In the spring of my senior year I would drop hints at home that I thought it would be cool to go to Alaska and work on the pipeline or in the oil fields to make a bunch of money before going to college. My parents would always tell me that was a ridiculuous idea, but when I was able to show them some statistics of what some of the people were making up there they had to concede that I might be setting myself up for living the dream if I could earn that type of money for a number of years while I was still a young man. Actually I had no desire to go to Alaska. It would have been way too cold in the winter and winter would have lasted way too long.
We lived in the suburbs of a large metropolitan area. After graduation I looked for an apartment in a totally different part of the metropolis from where we lived or went to school. I also looked for a job that was within walking distance of the apartment (or an apartment within walking distance of the job - I was looking simultaneously). I was easily able to put down a deposit on the apartment from the money I had saved.
I found a job working for the cleaning crew at a large discount department store. They locked us in at 10 PM at night and let us out at 6 AM in the morning. It was a good paying job for a beginner, and hard to land, but the letter of recommendation that I got from my mentor carried a lot of weight. And I was not afraid to work.
One night when my parents were gone I put my essentials in two suitcases, called a cab and had the cab take me to a rapid transit station. There I got on a train and rode it to a stop where I could catch a bus that would take me to my apartment. I left a note for my parents: "I'm off to seek my fortune." Hopefully they thought I was on my way to Alaska.
After a week of working my job, I found I had way too much time on my hands, so got a second job at a fast food restaurant right next to the department store where I cleaned. The boss allowed me to start at 7 AM. Depending on the number of workers he had available to work on a given day I sometimes only worked through the breakfast rush. At other times I would work until the noon rush had slowed down - about two in the afternoon.

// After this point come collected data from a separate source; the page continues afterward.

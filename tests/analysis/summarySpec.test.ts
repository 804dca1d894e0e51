import { describe, expect, it } from 'vitest';
import { formatSummary, parseSummary, summaryGoal } from '../../src/analysis/summarySpec.js';

describe('parseSummary', () => {
  it('parses every form of DESIGN.md and formats it back', () => {
    const cases = [
      ['final', { kind: 'final' }],
      ['last:10%', { kind: 'last', percent: 10 }],
      ['best', { kind: 'best' }],
      ['auc', { kind: 'auc' }],
      ['reach:0.9', { kind: 'reach', value: 0.9 }],
      ['step:5000', { kind: 'step', step: 5000 }],
    ] as const;
    for (const [text, spec] of cases) {
      expect(parseSummary(text)).toEqual(spec);
      expect(formatSummary(spec)).toBe(text);
    }
    expect(parseSummary('last:25')).toEqual({ kind: 'last', percent: 25 });
  });

  it('rejects what it does not know, naming the option', () => {
    for (const bad of ['', 'mean', 'last:0%', 'last:150%', 'reach:', 'reach:abc', 'step:-1', 'final:3']) {
      expect(() => parseSummary(bad)).toThrow('--summary: expected final, last:P%, best, auc, reach:VALUE or step:N');
    }
  });

  it('counts steps to reach a value as lower-is-better', () => {
    expect(summaryGoal({ kind: 'reach', value: 0.9 }, 'max')).toBe('min');
    expect(summaryGoal({ kind: 'final' }, 'max')).toBe('max');
    expect(summaryGoal({ kind: 'best' }, 'min')).toBe('min');
  });
});
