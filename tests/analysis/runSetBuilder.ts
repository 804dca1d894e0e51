/** Build RunSets in memory for analysis tests (invented data; no files). */
import type { Goal, MetricInfo, Run, RunSet, RunStatus, Series } from '../../src/ingest/types.js';
import type { Random } from '../../src/stats/random.js';

export interface SeriesSpec {
  readonly steps: readonly number[];
  readonly values: readonly number[];
  readonly divergedAt?: number | null;
}

export function series(steps: readonly number[], values: readonly number[], divergedAt: number | null = null): Series {
  return { steps: Float64Array.from(steps), values: Float64Array.from(values), divergedAt, missing: 0 };
}

export function configId(keys: readonly string[], params: Readonly<Record<string, string>>): string {
  return keys
    .filter((k) => params[k] !== undefined)
    .map((k) => `${k}=${params[k]}`)
    .join(',');
}

export interface RunSpec {
  readonly params: Readonly<Record<string, string>>;
  readonly seed: string | number;
  readonly metrics: Readonly<Record<string, SeriesSpec | number | null>>;
  readonly status?: RunStatus;
}

/** A run set; numbers in `metrics` become one point at step 0 (score tables), null no series. */
export function runSet(
  keys: readonly string[],
  specs: readonly RunSpec[],
  metrics: readonly (MetricInfo | { name: string; goal: Goal })[],
  mode: 'logs' | 'scores' = 'logs',
): RunSet {
  const runs: Run[] = specs.map((spec) => {
    const config = configId(keys, spec.params);
    const seed = String(spec.seed);
    const m: Record<string, Series> = {};
    let lastStep = 0;
    let divergedAt: number | null = null;
    for (const [name, v] of Object.entries(spec.metrics)) {
      if (v === null) continue;
      const s = typeof v === 'number' ? series([0], [v]) : series(v.steps, v.values, v.divergedAt ?? null);
      m[name] = s;
      if (s.steps.length > 0) lastStep = Math.max(lastStep, s.steps[s.steps.length - 1] as number);
      if (s.divergedAt !== null) divergedAt = divergedAt === null ? s.divergedAt : Math.min(divergedAt, s.divergedAt);
    }
    return {
      id: `${config},seed=${seed}`,
      config,
      params: spec.params,
      seed,
      info: {},
      files: [],
      identity: mode === 'scores' ? 'scores' : 'hive',
      metrics: m,
      tickMetrics: {},
      status: spec.status ?? (divergedAt === null ? 'ok' : 'diverged'),
      lastStep,
      divergedAt,
    };
  });
  const infos: MetricInfo[] = metrics.map((x) =>
    'kind' in x
      ? x
      : { name: x.name, goal: x.goal, goalSource: 'option', bookkeeping: false, kind: 'scalar', ticks: 0 },
  );
  return { mode, keys, runs, metrics: infos, tickDumps: [], files: [], problems: [] };
}

/** Standard normal draw (Box-Muller; the second value is discarded for simplicity). */
export function normal(random: Random): number {
  let u = random.next();
  while (u === 0) u = random.next();
  return Math.sqrt(-2 * Math.log(u)) * Math.cos(2 * Math.PI * random.next());
}

export const meta = { paths: ['runs'], generated: '2026-01-01T00:00:00.000Z', version: '0.1.0' } as const;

Rags' parents insisted that she get a job and she did - at a fast food place near her home. It was owned by the same person who owned the franchise of the place where I worked. I asked if Rags might be able to transfer to the store where I was working and the store manager indicated that that would be no problem. All he wanted was one week's notice.
About a month after I had left home, Rags followed my pattern. Her parents and my parents barely knew one another and they would not have connected the dots. Her note simply said: "I have eloped."
I had purchased a bed and a couch. That first night Rags slept on the bed. I slept on the couch. Rags did not go to work until the next day. As soon as I got off of work at the fast food place we went to the county courthouse and got the marriage license. We had to wait a couple of days before getting married, but while we were there scheduled a time so that we could get married by a judge.
Rags had taken the time when she first started working after graduation to visit Planned Parenthood and get set up with birth control. The gynecologist asked her whether her hymen was still intact, and when she said she thought it was, the gynecologist asked whether Rags wanted her to take care of that to reduce the possibility of pain when she lost her virginity. It seemed like a sensible thing to do so she had it done.
A couple of days after moving in with me, Rags and I were married. There was one little hitch to our marriage. Both of us had such poor self images, we did not want the other one to see us naked. So during the early years of our marriage, much of our coupling was under the covers. Rags would keep a T shirt on when we were together and I would fondle her over the shirt or by reaching under it, but would not get a good view of her breasts. She would allow me to use my mouth and tongue on her breasts, but that would start when I was already up close to her. She never stood before me fully naked, nor did I ever stand before her fully naked.